Wczoraj zainaugurowano – z udziałem Tobiasa Meyera, członek zarządu Post & Parcel Germany w Grupie Deutsche Post DHL oraz Sigrida Nikutta, członek zarządu Grupy DB ds. Transportu Towarowego – dodanie siedmiu nowych połączeń kolejowych. Co równie istotne, usługi przewozu będą realizowane głównie w dni powszednie. W ocenie Deutsche Post DHL, udział przesyłek w paczkach przewożonych koleją można zatem szybko zwiększyć z 2 do 6 procent wszystkich przesyłek. W perspektywie długoterminowej celem jest osiągnięcie ok. 20 proc. krajowych przesyłek paczek przewożonych koleją.
Organizacja
Organizacja przesyłek opiera się na terminalu towarowym Großbeeren w pobliżu Berlina oraz rejonowych terminalach w: Dortmundzie, Mannheim i Frankfurcie nad Menem. Paczki z okolicznych centrów DHL są transportowane ciężarówkami do odpowiedniego terminalu towarowego i ładowane do pociągów. Stamtąd trafiają do regionu docelowego, gdzie są znów przeładowywane i przewożone ciężarówką do centrum odbioru paczek. Transport ten odbywa się zwykle w nocy.

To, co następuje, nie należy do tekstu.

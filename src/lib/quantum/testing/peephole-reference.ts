/**
 * The plain reference of `peephole.ts` (the gate-object version it was written as first): the
 * same rules, one object per gate, no shortcuts. Only the tests use it, comparing the fast
 * version against it on random and hand-written gate lists (STYLE.md: keep a plain reference
 * kernel that the tests compare the fast one against). Change both together.
 */
import { addAngles, scaleAngle, type Angle } from '../angle.js';
import type { BodyItem, CircuitDocument, GateItem, QubitRef } from '../circuit.js';
import { angleString, EIGHTH, expandProduct, isZero, MINUS_EIGHTH, readAngle, sameSet, TOFFOLI, xorSorted, type PeepholeOptions, type PeepholeReport, type PeepholeResult, type ToffoliStep } from '../qasm/peephole.js';

type Kind = 'diag' | 'cx' | 'h' | 'other' | 'barrier';
interface G {
	item: BodyItem;
	kind: Kind;
	qs: number[];
	/** Diagonal gates: the angle in turns (rz read as p). */
	angle?: Angle;
	/** Made by a region rewrite (only pairs with at least one such gate are cancelled). */
	made?: boolean;
}

/**
 * Rewrite decomposed controlled phases, doubly controlled phases and Toffolis in `doc.body` to
 * their native gates (exact up to a global phase). Pure; the document is not changed.
 */
export function recogniseDecompositionsReference(doc: CircuitDocument, options: PeepholeOptions = {}): PeepholeResult {
	const maxRegion = options.maxRegion ?? 512;
	const report: PeepholeReport = { regions: 0, toffolis: 0, toffoliPhases: 0, cancelledPairs: 0, rzAsPhase: 0, stoppedAtLimit: false };
	// Qubit ids are flat positions (register offset + index), so sorting them sorts by register, then index.
	const offsets = new Map<string, number>();
	const sizes = new Map(doc.registers.map((r) => [r.name, r.size]));
	let total = 0;
	for (const r of doc.registers) {
		offsets.set(r.name, total);
		total += r.size;
	}
	const refs: QubitRef[] = [];
	for (const r of doc.registers) for (let i = 0; i < r.size; i++) refs.push({ register: r.name, index: i });
	const qid = (r: QubitRef): number => (offsets.get(r.register) ?? 0) + (r.index as number);
	const known = (r: QubitRef) => {
		const size = sizes.get(r.register);
		return size !== undefined && typeof r.index === 'number' && r.index >= 0 && r.index < size;
	};
	const gs: G[] = doc.body.map((item) => classify(item, qid, known));
	let work = 0;
	const maxWork = options.maxWork ?? 40 * gs.length + 100_000;

	// 2. Toffolis first: a CNOT region would otherwise take their middle apart.
	const removed = new Uint8Array(gs.length);
	for (let i = 0; i < gs.length && !report.stoppedAtLimit; i++) {
		if (gs[i].kind !== 'h' || removed[i]) continue;
		const m = matchToffoli(gs, removed, i);
		work += m ? m.visited : 8;
		if (work > maxWork) report.stoppedAtLimit = true;
		if (!m) continue;
		const [a, b, c] = m.roles;
		const first = gs[m.matched[0]].item;
		const lines = m.matched.map((k) => gs[k].item.source?.line).filter((x): x is number => x !== undefined);
		const ccx: GateItem = {
			id: `${first.id}t`,
			type: 'gate',
			gate: 'ccx',
			qubits: [refs[a], refs[b], refs[c]].map((r) => ({ ...r })),
			...(first.source ? { source: first.source } : {}),
			label: lines.length ? `Toffoli written out (lines ${Math.min(...lines)}–${Math.max(...lines)})` : 'Toffoli written out'
		};
		for (const k of m.matched.slice(1)) removed[k] = 1;
		gs[m.matched[0]] = { item: ccx, kind: 'other', qs: [a, b, c] };
		report.toffolis++;
	}

	// 4. Toffoli pairs around phases on their target: ccx(a,b,n) · D · ccx(a,b,n).
	const pairs = toffoliPhases(gs, removed, refs, maxRegion, report);
	work += pairs.visited;
	if (work > maxWork) report.stoppedAtLimit = true;
	const gs1: G[] = [];
	const orig: number[] = [];
	for (let i = 0; i < gs.length; i++) {
		if (removed[i]) continue;
		for (const g of pairs.rewrite.get(i) ?? [gs[i]]) {
			gs1.push(g);
			orig.push(i);
		}
	}
	const removed1 = new Uint8Array(gs1.length);

	// 1. CNOT regions.
	// The rewritten list as two parallel arrays (no object per gate).
	const outG: G[] = [];
	const outFrom: number[] = [];
	for (let i = 0; i < gs1.length; ) {
		if (gs1[i].kind === 'cx' && !report.stoppedAtLimit) {
			const r = tryRegion(gs1, removed1, i, maxRegion, refs);
			work += r.visited;
			if (work > maxWork) report.stoppedAtLimit = true;
			if (r.ok) {
				report.regions++;
				report.rzAsPhase += r.rz;
				for (let k = i; k <= r.end; k++) {
					const rep = r.rewrite.get(k);
					if (rep === undefined) {
						outG.push(gs1[k]);
						outFrom.push(orig[k]);
					}
					else
						for (const g of rep) {
							outG.push(g);
							outFrom.push(orig[k]);
						}
				}
				i = r.end + 1;
				continue;
			}
		}
		outG.push(gs1[i]);
		outFrom.push(orig[i]);
		i++;
	}

	// 3. Cancel exact pairs: a gate and the next gate touching its qubits (skipping only gates made
	// from the same source item as either), so a leftover stays next to the line that caused it.
	// Repeated (a few passes) so that a pair whose neighbours cancel later in the list still meets.
	const gone = new Uint8Array(outG.length);
	for (let pass = 0, changed = true; changed && pass < 6; pass++) {
		changed = false;
		for (let i = 0; i < outG.length; i++) {
			const gi = outG[i];
			if (gone[i] || gi.kind !== 'diag' || !gi.angle!.exact) continue;
			const set = gi.qs;
			for (let j = i + 1, seen = 0; j < outG.length && seen < 256; j++) {
				if (gone[j]) continue;
				const gj = outG[j];
				seen++;
				if (gj.kind === 'barrier') break;
				if (!overlaps(gj.qs, set)) continue;
				if (gj.kind === 'diag' && (gi.made || gj.made) && gj.angle!.exact && sameSet(gj.qs, set) && isZero(addAngles(gi.angle!, gj.angle!))) {
					gone[i] = gone[j] = 1;
					changed = true;
					report.cancelledPairs++;
					for (const x of [gi, gj]) if ((x.item as GateItem).gate === 'rz') report.rzAsPhase++;
					break;
				}
				// Siblings (diagonal, made from one source gate) commute with gi and may be stepped over.
				if (gj.kind === 'diag' && gj.made && (outFrom[j] === outFrom[i] || (j + 1 < outG.length && outFrom[j + 1] === outFrom[j]) || (j > 0 && outFrom[j - 1] === outFrom[j]))) continue;
				break;
			}
		}
	}
	const body: BodyItem[] = [];
	const from: number[] = [];
	for (let k = 0; k < outG.length; k++) {
		if (gone[k]) continue;
		body.push(outG[k].item);
		from.push(outFrom[k]);
	}
	return { body, from, report };
}

/** Whether two short qubit lists share a qubit (plain loops: this runs for every pair tried). */
function overlaps(a: number[], b: number[]): boolean {
	for (let i = 0; i < a.length; i++) for (let j = 0; j < b.length; j++) if (a[i] === b[j]) return true;
	return false;
}

function classify(item: BodyItem, qid: (r: QubitRef) => number, known: (r: QubitRef) => boolean): G {
	if (item.type !== 'gate' || item.qubits.some((q) => typeof q.index !== 'number' || !known(q))) return { item, kind: 'barrier', qs: [] };
	const qs = item.qubits.map(qid);
	switch (item.gate) {
		case 'p':
		case 'cp':
		case 'mcp':
		case 'rz':
			return { item, kind: 'diag', qs, angle: readAngle(item.angle ?? '0 turn') };
		case 'cx':
			return { item, kind: 'cx', qs };
		case 'h':
			return { item, kind: 'h', qs };
		default:
			return { item, kind: 'other', qs };
	}
}

// ----------------------------------------------------------------------------------------------
// Rule 1: CNOT regions

interface RegionResult {
	ok: boolean;
	end: number;
	visited: number;
	rz: number;
	rewrite: Map<number, G[]>;
}

const MAX_PARITY = 8;

function tryRegion(gs: G[], removed: Uint8Array, start: number, maxRegion: number, refs: QubitRef[]): RegionResult {
	// Parities of the qubits changed so far (absent = the qubit holds its own start value).
	const parity = new Map<number, number[]>();
	const rewrite = new Map<number, G[]>();
	let visited = 0;
	let rz = 0;
	const fail = (): RegionResult => ({ ok: false, end: start, visited, rz: 0, rewrite });
	const inDirty = (q: number) => {
		if (parity.has(q)) return true;
		for (const p of parity.values()) if (p.includes(q)) return true;
		return false;
	};
	for (let k = start; k < gs.length && k < start + maxRegion; k++) {
		if (removed[k]) continue;
		visited++;
		const g = gs[k];
		if (g.kind === 'cx') {
			const [c, t] = g.qs;
			const pc = parity.get(c) ?? [c];
			const pt = parity.get(t) ?? [t];
			const nt = xorSorted(pt, pc);
			if (nt.length > MAX_PARITY) return fail();
			if (nt.length === 1 && nt[0] === t) parity.delete(t);
			else parity.set(t, nt);
			rewrite.set(k, []);
			if (parity.size === 0) return { ok: true, end: k, visited, rz, rewrite };
			continue;
		}
		if (g.kind === 'diag') {
			if (!g.qs.some((q) => parity.has(q))) continue;
			const item = g.item as GateItem;
			const terms = expandProduct(g.qs.map((q) => parity.get(q) ?? [q]));
			if (terms === null) return fail();
			const target = g.qs[g.qs.length - 1];
			const made: G[] = [];
			let n = 0;
			for (const [mono, coef] of terms) {
				const a = scaleAngle(g.angle!, coef);
				if (isZero(a)) continue;
				const qs = [...mono].sort((x, y) => (x === target ? 1 : y === target ? -1 : x - y));
				const gate = qs.length === 1 ? 'p' : qs.length === 2 ? 'cp' : 'mcp';
				const it: GateItem = {
					id: `${item.id}r${++n}`,
					type: 'gate',
					gate,
					qubits: qs.map((q) => ({ ...refs[q] })),
					angle: angleString(a),
					...(item.source ? { source: item.source } : {}),
					label: `${gate} from a ${item.gate} between CNOTs`
				};
				made.push({ item: it, kind: 'diag', qs, angle: a, made: true });
			}
			if (item.gate === 'rz') rz++;
			rewrite.set(k, made);
			continue;
		}
		// Any other gate may stay inside the region only if it touches no changed qubit and no
		// qubit a changed one depends on: then it acts on the same values with or without the CNOTs.
		if (g.kind === 'barrier' || g.qs.some(inDirty)) return fail();
	}
	return fail();
}

// ----------------------------------------------------------------------------------------------
// Rule 4: a Toffoli pair around phases on its target

/**
 * ccx(a,b,n) · D · ccx(a,b,n), where every gate between the two Toffolis that touches a, b or n is
 * a diagonal gate on a set S ∋ n without a or b, is diagonal: n holds n ⊕ ab in between, and
 * θ·∏(S∖n)·(n ⊕ ab) = θ·∏S + θ·∏(S∖n)·ab − 2θ·∏S·ab (exact for 0/1 values). Each such gate
 * becomes those three monomial phases at its own place; the Toffolis go. With n at 0 the first
 * and last vanish and what is left is the doubly controlled phase on (a, b, S∖n); with n at 1 the
 * circuit really does something else, and the kept terms say so to the engines and the prover.
 */
function toffoliPhases(gs: G[], removed: Uint8Array, refs: QubitRef[], maxRegion: number, report: PeepholeReport): { rewrite: Map<number, G[]>; visited: number } {
	const rewrite = new Map<number, G[]>();
	let visited = 0;
	const isCcx = (g: G) => g.kind === 'other' && (g.item as GateItem).gate === 'ccx';
	for (let i = 0; i < gs.length; i++) {
		if (removed[i] || rewrite.has(i) || !isCcx(gs[i])) continue;
		const [a, b, n] = gs[i].qs;
		const inside: number[] = [];
		let end = -1;
		for (let k = i + 1; k < gs.length && k <= i + maxRegion; k++) {
			if (removed[k]) continue;
			visited++;
			const g = gs[k];
			if (g.kind === 'barrier') break;
			if (!g.qs.includes(a) && !g.qs.includes(b) && !g.qs.includes(n)) continue;
			if (isCcx(g) && g.qs[2] === n && sameSet(g.qs.slice(0, 2), [a, b])) {
				end = k;
				break;
			}
			if (g.kind === 'diag' && g.qs.includes(n) && !g.qs.includes(a) && !g.qs.includes(b) && !rewrite.has(k)) {
				inside.push(k);
				continue;
			}
			break;
		}
		if (end < 0 || inside.length === 0) continue;
		for (const k of inside) {
			const g = gs[k];
			const item = g.item as GateItem;
			const rest = g.qs.filter((q) => q !== n);
			const target = rest.length ? rest[rest.length - 1] : n;
			const terms: [number[], Angle][] = [
				[g.qs, g.angle!],
				[[...rest, a, b], g.angle!],
				[[...g.qs, a, b], scaleAngle(g.angle!, -2n)]
			];
			const made: G[] = [];
			let m = 0;
			for (const [set, angle] of terms) {
				if (isZero(angle)) continue;
				const qs = [...set].sort((x, y) => (x === target ? 1 : y === target ? -1 : x - y));
				const gate = qs.length === 1 ? 'p' : qs.length === 2 ? 'cp' : 'mcp';
				made.push({
					item: {
						id: `${item.id}a${++m}`,
						type: 'gate',
						gate,
						qubits: qs.map((q) => ({ ...refs[q] })),
						angle: angleString(angle),
						...(item.source ? { source: item.source } : {}),
						label: `${gate} from a ${item.gate} between Toffolis onto ${refs[n].register}[${refs[n].index}]`
					},
					kind: 'diag',
					qs,
					angle,
					made: true
				});
			}
			if (item.gate === 'rz') report.rzAsPhase++;
			rewrite.set(k, made);
		}
		rewrite.set(i, []);
		rewrite.set(end, []);
		report.toffoliPhases++;
	}
	return { rewrite, visited };
}

// ----------------------------------------------------------------------------------------------
// Rule 2: the Toffoli network of Nielsen & Chuang Fig. 4.9 / qelib1.inc `ccx`

function stepMatches(g: G, s: ToffoliStep, roles: (number | undefined)[]): (number | undefined)[] | null {
	const item = g.item as GateItem;
	if (s.kind === 'h' || s.kind === 'cx') {
		if (g.kind !== s.kind) return null;
	} else {
		if (g.kind !== 'diag' || g.qs.length !== 1 || (item.gate !== 'p' && item.gate !== 'rz')) return null;
		const want = s.kind === 't' ? EIGHTH : MINUS_EIGHTH;
		if (!g.angle!.exact || g.angle!.num !== want.num || g.angle!.exp !== want.exp) return null;
	}
	const next = [...roles];
	for (let k = 0; k < s.q.length; k++) {
		const role = s.q[k];
		const q = g.qs[k];
		if (next[role] === undefined) {
			if (next.includes(q)) return null;
			next[role] = q;
		} else if (next[role] !== q) return null;
	}
	return next;
}

function matchToffoli(gs: G[], removed: Uint8Array, start: number): { roles: [number, number, number]; matched: number[]; visited: number } | null {
	let roles: (number | undefined)[] = [undefined, undefined, gs[start].qs[0]];
	const matched: number[] = [start];
	let k = start + 1;
	let visited = 1;
	for (let gi = 1; gi < TOFFOLI.length; gi++) {
		const pending = [...TOFFOLI[gi]];
		while (pending.length) {
			// The next gate touching a bound qubit must be one of the group's steps.
			let found = -1;
			for (; k < gs.length && visited < 4096; k++) {
				if (removed[k]) continue;
				visited++;
				const g = gs[k];
				if (g.kind === 'barrier') return null;
				if (g.qs.some((q) => roles.includes(q))) {
					found = k;
					break;
				}
			}
			if (found < 0) return null;
			let ok = false;
			for (let s = 0; s < pending.length; s++) {
				const r = stepMatches(gs[found], pending[s], roles);
				if (r) {
					roles = r;
					pending.splice(s, 1);
					ok = true;
					break;
				}
			}
			if (!ok) return null;
			matched.push(found);
			k = found + 1;
		}
	}
	const bound = roles as [number, number, number];
	// Gates between the first and last matched that were skipped must not touch the three qubits.
	const set = new Set(matched);
	for (let j = start; j <= matched[matched.length - 1]; j++) {
		if (removed[j] || set.has(j)) continue;
		if (gs[j].qs.some((q) => bound.includes(q))) return null;
	}
	return { roles: bound, matched, visited };
}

By osiągnąć większy efekt „przyjaznego dla klimatu transportu paczek koleją”, Deutsche Post DHL planuje wyposażyć również wybrane centra paczek w połączenia kolejowe. W rezultacie można by ograniczyć transporty samochodowe do terminali, przyspieszyć załadunek i przewozić jeszcze większe wolumeny paczek pociągami.
Pierwszym z takiej nowej sieci terminali ma być Centrum Paczek w Kolonii, gdzie w najbliższych latach planowana jest rozbudowa i budowa bezpośredniego dostępu do sąsiedniego terminalu kontenerowego Eifeltor. Jednak wcześniejsze doświadczenia Deutsche Post DHL w zakresie planowania nowych lub modernizacji istniejących bocznic w Niemczech są raczej otrzeźwiające, wynika z komunikatu DB Cargo. Duża liczba przepisów strukturalnych i regulacyjnych utrudnia takie projekty, a ich realizacja może trwać latami, jak ocenia Tobias Meyer.
Efekty eko
Spektakularnym aspektem środowiskowym przesuwania przewozy paczek z dróg na tory w dalekim transporcie jest to, że jednym składem pociągu można przewieźć do 100 000 paczek. W porównaniu z ich transportem drogowym, dzięki wykorzystaniu kolei Deutsche Post DHL oszczędza już około 1000 ton CO₂ miesięcznie. Co więcej, DB Cargo realizuje program korzystania w 100 proc. z trakcji elektrycznej, pochodzącej ze źródeł odnawialnych.
„Nasza emisja CO₂ na paczkę jest już znacznie niższa niż u naszych konkurentów, częściowo ze względu na już zaawansowaną konwersję naszej dostawy na e-mobilność. Chcemy dalej rozszerzać tę przewagę, przenosząc przewozy paczek na długich trasach na kolej” – skomentował Tobias Meyer.
Te efekty zachęcają więc Deutsche Post DHL i DB Cargo, by w nadchodzącym okresie przedświątecznym i dużym natężeniu ruchu na drogach skorzystać z dodatkowych 20 pociągów w weekendy.
Warunki brzegowe
Zarządy obu współpracujących firm zdają sobie sprawę z kilku uwarunkowań w realizacji celu, jakim jest przewóz 20 proc. paczek koleją. Deutsche Post DHL np. uważa, że nadal potrzebne są zmiany. Ich lista jest spora. Chodzi o większą liczbę „szybkich” pociągów z odpowiednimi wagonami dla lekkiego ruchu towarowego, rozbudowę infrastruktury, w tym tworzenie linii dużych prędkości dla przewozów cargo kolejowego (a więc i uproszczanie procedur budowy i rozbudowy połączeń kolejowych), a także szybsze, opłacalne procedury załadunku z ciężarówek do pociągów i odwrotnie.
To nie wszystko. W przypadku „niektórych transportów po stronie klienta musiałaby również istnieć gotowość do zaakceptowania nieco dłuższych czasów tranzytu”, uważają przedstawiciele Deutsche Post DHL. Cel jest jednak zbożny – bardziej przyjazny dla klimatu transport kolejowy.